Friday, 2 November 2007

Egon Schiele - negative spaces

Egon Schiele's Seated Male Nude 1910

I went to Vienna a few weeks ago, and it was the most amazing trip of my life. I'm sure to refer back to it a lot in future, but for the time being I want to talk about my Schiele experience.

The day we were setting off, a book on Viennese Art arrived, so I dove into it, reading about the Succession in relation to the politics of the time. The last artist covered in the book was Schiele. What I knew of him was from postcards I'd seen as a student of line drawings of women with red hair and legs akimbo.

So, while in Vienna, I visited the Leopold Museum, and got my socks knocked off. Nearly a whole floor is dedicated to Schiele, and it holds, amongst other treasures, his 'Seated Male Nude - a self portrait'. It's about 2 metres square, and it grabbed me from the first.

I'm not sure how long I stood in front of it, about 20 minutes or so? I kept discovering different things as walked closer to it, then stood back again over and over; the graphic outlines round the body, the over-painted chalky background, the hairs on the legs like twisted wires, the curious spaces formed by the area between the upraised arm and the head, the belly shape, the three red circles formed by the nipples and the single eye, the way he 'amputated' the limbs...... take a breath! ......the hair, the hip bones, the way he's broken it into composite shapes, and yet still manages to create a solid form, which made me think of Picasso's cubist figures.

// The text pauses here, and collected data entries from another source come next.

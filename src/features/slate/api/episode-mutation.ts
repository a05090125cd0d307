import { useMutation, useQueryClient } from "@tanstack/react-query";
import type { EpisodeRecord } from "@shared/slate/schemas";
import { ApiError } from "../../../lib/api-client";
import { slateKeys } from "./keys";

export type EpisodeAnswer = { episode: EpisodeRecord };

export const episodesBase = (channelId: string) => `/api/channels/${channelId}/episodes`;

/** On a 409 the server sent the episode as it is now: the page shows it by refetching. */
export const isConflict = (error: unknown): error is ApiError => error instanceof ApiError && error.status === 409;

/**
 * Any change to an episode shows on every board of the channel and on its own page; other features'
 * data that follows the episode (a deal's dates follow its publish date) is told through the
 * mutation's `changes` (src/lib/query-client.ts).
 */
export function useEpisodeMutation<V>(channelId: string, send: (variables: V) => Promise<EpisodeAnswer>, episodeId?: string) {
  const queryClient = useQueryClient();
  return useMutation({
    mutationFn: (variables: V) => send(variables).then((r) => r.episode),
    meta: { changes: ["episode"] },
    onSettled: () => {
      void queryClient.invalidateQueries({ queryKey: slateKeys.boards(channelId) });
      if (episodeId) void queryClient.invalidateQueries({ queryKey: slateKeys.detail(channelId, episodeId) });
    },
  });
}
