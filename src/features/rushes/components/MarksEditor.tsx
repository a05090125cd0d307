import { zodResolver } from "@hookform/resolvers/zod";
import { useEffect, useRef, type BaseSyntheticEvent } from "react";
import { useForm, useWatch, type UseFormReturn } from "react-hook-form";
import { z } from "zod";
import type { ClipDetail, FootageLinks, MarkView } from "@shared/rushes/schemas";
import type { TimecodeFormat } from "@shared/timecode/rates";
import { markRangeAt } from "@shared/timecode/schemas";
import { Button } from "../../../components/Button";
import { useAddMark } from "../api/add-mark";
import { useDeleteMark } from "../api/delete-mark";
import { useFootageLinks } from "../api/footage-links";
import { useUpdateMark } from "../api/update-mark";
import { clipFormatText } from "./labels";
import type { MarkDraft } from "./ClipPlayer";
import { TextField } from "../../../components/form-fields";
import { applyServerErrors } from "../../../lib/forms";

type MarkValues = { in: string; out: string; note: string };

export interface MarkForm {
  form: UseFormReturn<MarkValues>;
  submit: (event?: BaseSyntheticEvent) => Promise<void>;
  draft: MarkDraft;
}

const separatorOf = (format: TimecodeFormat | null) => (format?.dropFrame ? ";" : ":");
export const clipFormat = (clip: ClipDetail): TimecodeFormat | null => (clip.frameRate ? { rate: clip.frameRate, dropFrame: clip.dropFrame } : null);

/**
 * The mark being made, shared by the player (which sets in and out from the picture and opens the
 * note) and the typed form below it. `onSaved` runs after a mark is stored.
 */
export function useMarkForm(channelId: string, clip: ClipDetail, onSaved: () => void): MarkForm {
  const addMark = useAddMark(channelId, clip.id);
  const format = clipFormat(clip);
  // The shared rule (shared/timecode) checks both labels in the browser; the server checks them again with the clip's bounds.
  const range = format ? markRangeAt(format) : z.object({ in: z.string(), out: z.string() });
  const schema = range.and(z.object({ note: z.string().max(500, "Keep the note under 500 characters.") }));
  const start = clip.startTimecode ?? `00:00:00${separatorOf(format)}00`;
  const form = useForm<MarkValues>({ resolver: zodResolver(schema), defaultValues: { in: start, out: "", note: "" } });
  const submit = form.handleSubmit(async (values) => {
    try {
      await addMark.mutateAsync(values);
      form.reset({ in: values.out, out: "", note: "" });
      onSaved();
    } catch (error) {
      const message = applyServerErrors(error, form.setError, ["in", "out", "note"]);
      if (message) form.setError("root", { message });
    }
  });
  const set = (field: "in" | "out") => (label: string) => form.setValue(field, label, { shouldValidate: form.formState.isSubmitted });
  const [inLabel, outLabel] = useWatch({ control: form.control, name: ["in", "out"] });
  const draft: MarkDraft = { in: inLabel, out: outLabel, setIn: set("in"), setOut: set("out"), writeNote: () => form.setFocus("note") };
  return { form, submit, draft };
}

/** In and out points with a note, typed as SMPTE timecode at the clip's own rate and count; `current` is the mark the clip was opened at. */
export function MarksEditor({ channelId, clip, marking, current = null }: { channelId: string; clip: ClipDetail; marking: MarkForm; current?: string | null }) {
  const currentRow = useRef<HTMLLIElement>(null);
  useEffect(() => currentRow.current?.scrollIntoView({ block: "nearest" }), [current]);
  const deleteMark = useDeleteMark(channelId, clip.id);
  const links = useFootageLinks(channelId, clip.episodeId);
  const format = clipFormat(clip);
  const separator = separatorOf(format);
  return (
    <section aria-labelledby="marks-heading" className="rounded-md border border-ply-300 p-3">
      <h3 id="marks-heading" className="font-semibold">
        Marks
      </h3>
      {!format ? (
        <p className="text-sm text-graphite-500">This clip has no frame rate, so it can't take timecode marks.</p>
      ) : (
        <>
          <p className="mb-2 text-xs text-graphite-500">
            {clipFormatText(clip)}: set in and out from the picture, or write HH:MM:SS{separator}FF. The clip starts at <span className="font-mono">{clip.startTimecode ?? `00:00:00${separator}00`}</span>; the out point is the first frame after the mark.
          </p>
          {clip.marks.length > 0 && (
            <ul className="mb-3 divide-y divide-ply-200 text-sm" aria-label="Marks on this clip">
              {clip.marks.map((m) => (
                <li
                  key={m.id}
                  ref={m.id === current ? currentRow : undefined}
                  aria-current={m.id === current ? "true" : undefined}
                  className={`flex items-center gap-3 py-1.5 ${m.id === current ? "-mx-2 rounded-sm bg-amber-cut/25 px-2" : ""}`}
                >
                  <div className="min-w-0 flex-1">
                    <span className="block font-mono">
                      {m.in} → {m.out}
                    </span>
                    {m.note && <span className="block break-words">{m.note}</span>}
                    {links.data && <MarkShows channelId={channelId} clipId={clip.id} mark={m} links={links.data} />}
                  </div>
                  <Button tone="quiet" aria-label={`Remove mark ${m.in} to ${m.out}`} onClick={() => deleteMark.mutate(m.id)}>
                    Remove
                  </Button>
                </li>
              ))}
            </ul>
          )}
          {deleteMark.isError && (
            <p role="alert" className="mb-2 text-sm text-alarm-600">
              {deleteMark.error.message}
            </p>
          )}
          <MarkFields marking={marking} />
        </>
      )}
    </section>
  );
}

/**
 * What the marked moment shows: one of the episode's runs or iterations, saved as soon as it is
 * chosen. Choosing one clears the other; a mark linked to both (through the API) shows its run here.
 */
function MarkShows({ channelId, clipId, mark, links }: { channelId: string; clipId: string; mark: MarkView; links: FootageLinks }) {
  const update = useUpdateMark(channelId, clipId);
  const current = mark.benchRunId ? `run:${mark.benchRunId}` : mark.buildIterationId ? `iteration:${mark.buildIterationId}` : "";
  const choose = (value: string) => {
    const [kind, id] = value.split(":");
    update.mutate({ markId: mark.id, patch: { benchRunId: kind === "run" ? id : null, buildIterationId: kind === "iteration" ? id : null } });
  };
  if (links.runs.length === 0 && links.iterations.length === 0 && !current) return null;
  return (
    <label className="mt-1 flex min-w-0 flex-wrap items-center gap-2 text-xs text-graphite-700">
      Shows
      <select
        value={current}
        disabled={update.isPending}
        aria-label={`What the mark ${mark.in} to ${mark.out} shows`}
        onChange={(e) => choose(e.target.value)}
        className="max-w-full min-w-0 rounded-md border border-ply-300 bg-white px-1.5 py-1 text-xs"
      >
        <option value="">Nothing linked</option>
        {links.runs.length > 0 && (
          <optgroup label="Bench runs">
            {links.runs.map((r) => (
              <option key={r.id} value={`run:${r.id}`}>
                Run {r.number} · {r.title}
              </option>
            ))}
          </optgroup>
        )}
        {links.iterations.length > 0 && (
          <optgroup label="Build iterations">
            {links.iterations.map((i) => (
              <option key={i.id} value={`iteration:${i.id}`}>
                Iteration {i.number} · {i.title}
              </option>
            ))}
          </optgroup>
        )}
      </select>
      {update.isError && (
        <span role="alert" className="text-alarm-600">
          {update.error.message}
        </span>
      )}
    </label>
  );
}

function MarkFields({ marking: { form, submit } }: { marking: MarkForm }) {
  const errors = form.formState.errors;
  return (
    <form onSubmit={(e) => void submit(e)} noValidate className="grid grid-cols-2 items-start gap-2" aria-label="Add a mark">
      <TextField label="In" autoComplete="off" spellCheck={false} size={12} className="min-w-0" {...form.register("in")} error={errors.in?.message} />
      <TextField label="Out" autoComplete="off" spellCheck={false} size={12} className="min-w-0" {...form.register("out")} error={errors.out?.message} />
      <div className="col-span-2">
        <TextField label="Note" {...form.register("note")} error={errors.note?.message} placeholder="e.g. the moment it fails" />
      </div>
      <div className="col-span-2">
        <Button type="submit" busy={form.formState.isSubmitting}>
          Add mark
        </Button>
      </div>
      {errors.root && <p className="col-span-2 text-sm text-alarm-600">{errors.root.message}</p>}
    </form>
  );
}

I bought a print of it which is now on my living room wall. In fact, when I emerged from the museum and met up with my husband again, I showed him the dozen or so postcards I'd picked up, and asked him if he could guess which one I'd also bought a print of. Amongst them were landscapes, portraits, abstracts, and interiors. He picked the seated male nude straight off, he knows me so well.


Kelly said...

I think it looks like an ant at first glance, but I guess that's why you are the artist and not me. I did think it was very funny when after sitting chatting for 2 hours while the children played and it was hanging over our heads, you said "do you think it's ok to leave this up when children visit?"
Kelly x

Yellow said...

I do want to hang more of the art I love round the house. The thing is, there are many works I love, but which I couldn't live with. At least I have a studio I can hand pictures in, where my kids are forbidden from treading. Don't worry, they're not restricted because of inappropriate images, but because I don't want kid's fingers and wet oil paints don't mix well.

D Personeus said...

Egon's work was been a favorite of mine since my years studying illustration at FIT in NYC. I have recently found myself drawn to his work again as I pick up my own paint brush and look for inspiration again after 25+ year in the business world. Glad to find someone else who has been equally as moved by his work.